Design for availability

The fundamental purpose of a data network is to connect users with applications, data producers and consumers with storage. The most desirable feature of a network is to maximise availability of those services to the endpoints that consume them. In order to achieve that, we need to consider (amongst other things):

  • performance – that the network is fast enough to support the application use;
  • capacity – that there is sufficient bandwidth available;
  • redundancy – that should a failure occur, the network can route around it.

To be sure we can deliver availability then, we should design our networks with these tenets in mind.

Real world

Sometimes though, organic growth in your IT environment means that the original design principles can’t be upheld. You need to change your network to fulfil a new requirement and fast! And so you build a change to your network that compromises the original design principles but provides a solution.

Often, this means connecting a new link to a new device which is not big enough, fast enough or resilient. Or some unseen configuration issue prevents redundant links from being available for use. Then, when an issue occurs later, you and your users suffer because the principles you laid out for maximising availability haven’t been upheld and systems fall over. You are then left trying to trace the reason why things have failed.

Tracking down the culprit

Where do you start? Your diagrams and design documents were great when you built your network, but no one has kept them updated. And so, you have to start where they end, and:

  • crawl the network manually hop-by-hop;
  • sketch out every node, link, MAC and IP address as you go;
  • transfer your scrawls into Visio

then you sit down with your network team to analyse where your single points of failure are and what you can do about them. Don’t forget that they might not be immediately obvious in the physical topology, but in the logical configuration!

Let IP Fabric have a go

Alternatively you could give the job to IP Fabric.

Each time IP Fabric runs a snapshot, it rediscovers the network topology from the physical layer upwards. Clicking through the Diagram | Site Diagrams menu shows a visualisation of the topology:

IP Fabric site topology

After turning off Layers 1 and 3 for clarity, then selecting the Options tab and clicking “Single Points of Failure”, IP Fabric highlights them with red outlines:

IP Fabric topology with highlighted SPOFs

IP Fabric is able to analyse and interpret relationships between devices both upstream and downstream.

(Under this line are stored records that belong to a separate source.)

/** Renders the report; the whole file is built in memory (it is bounded by MAX_PDF_CORES). */
export function renderLotReport(d: LotReportData): Promise<Buffer> {
  const r = new Report(d);
  const doc = r.doc;
  const chunks: Buffer[] = [];
  const done = new Promise<Buffer>((resolve, reject) => {
    doc.on('data', (c: Buffer) => chunks.push(c));
    doc.on('end', () => resolve(Buffer.concat(chunks)));
    doc.on('error', reject);
  });

  // ── Title
  doc.font('bold').fontSize(18).fillColor(INK).text(`Lot ${d.lot.ref}`, M.left, M.top, { continued: true });
  doc.font('regular').fontSize(12).fillColor(MUTED).text(`   supplier lot ${d.lot.supplierLotNumber}`);
  const verdict = d.lot.decision === 'accept' ? { t: 'ACCEPTED', c: GOOD } : d.lot.decision === 'reject' ? { t: 'REJECTED', c: BAD } : { t: 'NOT YET DECIDED', c: MUTED };
  doc.moveDown(0.2);
  r.para(`${verdict.t} · status ${d.lot.status}`, { colour: verdict.c, font: 'bold', size: 11 });

  r.heading('Lot');
  r.facts([
    ['Supplier', `${d.supplier.name} (${d.supplier.code})`],
    ['Part', `${d.part.number} rev ${d.part.revision}`],
    ['Description', d.part.description],
    ['Construction', `${d.part.construction} · ${d.part.steelGrade}`],
    ['Quantity', `${d.lot.quantity.toLocaleString('en-GB')} cores`],
    ['PO', d.lot.poNumber ?? '—'],
    ['Received', utc(d.lot.receivedAt)],
    ['Received by', d.lot.receivedBy ?? '—'],
    ['Heat numbers', d.lot.heatNumbers.join(', ') || '—'],
    ['Packaging', d.lot.packaging],
    ['Certificate', d.lot.certificate ?? 'none attached'],
    ['Plan revision', `rev ${d.plan.revision} (${d.plan.status}${d.plan.activatedAt ? `, active since ${utc(d.plan.activatedAt)}` : ''})`],
  ]);

  r.heading('Sampling');
  r.para(samplingLine(d.sampling));
  r.para(`Table: ${d.sampling.table}`, { colour: MUTED, size: 8 });

  r.heading('Characteristics');
  r.table(
    [
      { header: 'Code', width: 62 },
      { header: 'Name', width: 142 },
      { header: 'Kind', width: 54 },
      { header: 'Unit', width: 40 },
      { header: 'Lower', width: 52, align: 'right' },
      { header: 'Nominal', width: 52, align: 'right' },
      { header: 'Upper', width: 52, align: 'right' },
      { header: 'Severity', width: 45 },
    ],
    d.characteristics.map((c) => [{ text: c.code, bold: true }, { text: c.name }, { text: c.kind }, { text: c.unit ?? '—' }, { text: num(c.lsl) }, { text: num(c.nominal) }, { text: num(c.usl) }, { text: c.severity }]),
  );

  // ── Per-core results, a group of characteristics at a time so columns stay readable.
  r.heading('Results per core');
  const byKey = new Map(d.readings.map((x) => [`${x.serial}|${x.code}`, x]));
  const perGroup = 7;
  const groups: LotReportData['characteristics'][] = [];
  for (let i = 0; i < d.characteristics.length; i += perGroup) groups.push(d.characteristics.slice(i, i + perGroup));
  if (!d.cores.length || !groups.length) r.para('No sampled cores or characteristics.', { colour: MUTED });
  const coreW = 40;
  groups.forEach((g, gi) => {
    const w = Math.floor((doc.page.width - M.left - M.right - coreW) / perGroup);
    r.table(
      [{ header: 'Core', width: coreW, align: 'right' }, ...g.map((c) => ({ header: `${c.code}${c.unit ? ` (${c.unit})` : ''}`, width: w, align: 'right' as const }))],
      d.cores.map((serial) => [{ text: String(serial), bold: true }, ...g.map((c) => resultCell(byKey.get(`${serial}|${c.code}`)))]),
      groups.length > 1 ? `Characteristics ${gi * perGroup + 1}–${gi * perGroup + g.length} of ${d.characteristics.length}` : undefined,
    );
    doc.moveDown(0.4);
  });
  r.para('* outside its limits, or a failed check. — not measured.', { colour: MUTED, size: 8 });

  // ── Gauges, with the due date they had when the readings were taken.
  const gauges = new Map<string, { tag: string; due: string | null; n: number }>();
  for (const x of d.readings) {
    if (!x.gaugeId) continue;
    const k = `${x.gaugeId}|${x.gaugeDueOn}`;
    const g = gauges.get(k) ?? { tag: x.gaugeAssetTag ?? x.gaugeId, due: x.gaugeDueOn, n: 0 };
    g.n++;
    gauges.set(k, g);
  }
  r.heading('Gauges used');
  if (gauges.size) {
    r.table(
      [{ header: 'Asset tag', width: 160 }, { header: 'Calibration due (at the time)', width: 180 }, { header: 'Readings', width: 80, align: 'right' }],
      [...gauges.values()].map((g) => [{ text: g.tag, bold: true }, { text: g.due ?? '—' }, { text: String(g.n) }]),
    );
  } else r.para('No gauge readings.', { colour: MUTED });

  r.heading('Decision');
  if (d.lot.decision) {
    r.para(`${d.lot.decision === 'accept' ? 'Accepted' : 'Rejected'} by ${d.lot.decidedBy ?? 'unknown'} on ${utc(d.lot.decidedAt)}`, { font: 'semibold', size: 10, colour: verdict.c });
    if (d.lot.nonconformingCount != null) r.para(`${d.lot.nonconformingCount} nonconforming of ${d.sampling.sampleSize} sampled cores (accept on ${d.sampling.accept}, reject on ${d.sampling.reject}).`);
    if (d.lot.decisionComment) r.para(`Comment: ${d.lot.decisionComment}`);
  } else r.para('The lot has not been decided yet.', { colour: MUTED });
  if (d.ncrs.length || d.scars.length) {
    r.heading('Nonconformance and corrective action');
    for (const n of d.ncrs) r.para(`${n.number} · ${n.status} · ${n.title}`);
    for (const x of d.scars) r.para(`${x.number} · ${x.status}`);
  }

  if (d.photos.length) {
    r.heading('Photos');
    const size = 112;
    const gap = 12;
    const perRow = Math.floor((doc.page.width - M.left - M.right + gap) / (size + gap));
    for (let i = 0; i < d.photos.length; i += perRow) {
      r.ensure(size + 28);
      const y = doc.y;
      d.photos.slice(i, i + perRow).forEach((p, j) => {
        const x = M.left + j * (size + gap);
        doc.rect(x, y, size, size).lineWidth(0.5).strokeColor(RULE).stroke();
        if (p.image) {
          try {
            doc.image(p.image, x + 1, y + 1, { fit: [size - 2, size - 2], align: 'center', valign: 'center' });
          } catch {
            doc.font('regular').fontSize(8).fillColor(MUTED).text('image unreadable', x + 4, y + size / 2 - 4, { width: size - 8, align: 'center' });
          }
        } else doc.font('regular').fontSize(8).fillColor(MUTED).text('image unavailable', x + 4, y + size / 2 - 4, { width: size - 8, align: 'center' });
        doc.font('regular').fontSize(7).fillColor(MUTED).text(p.caption ?? '', x, y + size + 3, { width: size, height: 20, ellipsis: true });
      });
      doc.y = y + size + 26;
    }
    if (d.morePhotos) r.para(`${d.morePhotos} more photo${d.morePhotos === 1 ? '' : 's'} in the lot file.`, { colour: MUTED });
  }

  r.heading('Audit records of this lot');
  r.table(
    [{ header: 'Record', width: 50, align: 'right' }, { header: 'Time (UTC)', width: 90 }, { header: 'Action', width: 120 }, { header: 'By', width: 140 }, { header: 'Hash', width: 99 }],
    d.audit.map((a) => [{ text: `#${a.id}` }, { text: utc(a.at).replace(' UTC', '') }, { text: a.action }, { text: a.actor ?? '—' }, { text: `${a.hash.slice(0, 12)}…` }]),
  );
  r.para('Each record is chained by SHA-256 to the one before it; the History ledger verifies the whole chain.', { colour: MUTED, size: 8 });

  r.finish();
  doc.end();
  return done;
}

In this case, switches are shown as SPOFs because they are the sole upstream devices for some access switches.

As we’ve seen, IP Fabric’s powerful visualisation helps us appreciate problems in topologies, but there are alternative and equally powerful views of the network. For example, you can check a simulated path between hosts for single points of failure. Select Diagrams | End-to-end path. After submitting source and destination IPs, non-redundant devices can be highlighted along the path.

End-to-end path with SPOFs

Subtly different, you are also able to highlight non-redundant links, showing where there is a strict dependency on the link to ensure an end-to-end path between the hosts.

End-to-end path with non-redundant links

So you can see how IP Fabric has saved you huge amounts of time and effort spotting single points of failure in your network topology. And now you are in a position to proactively remediate before this becomes a problem!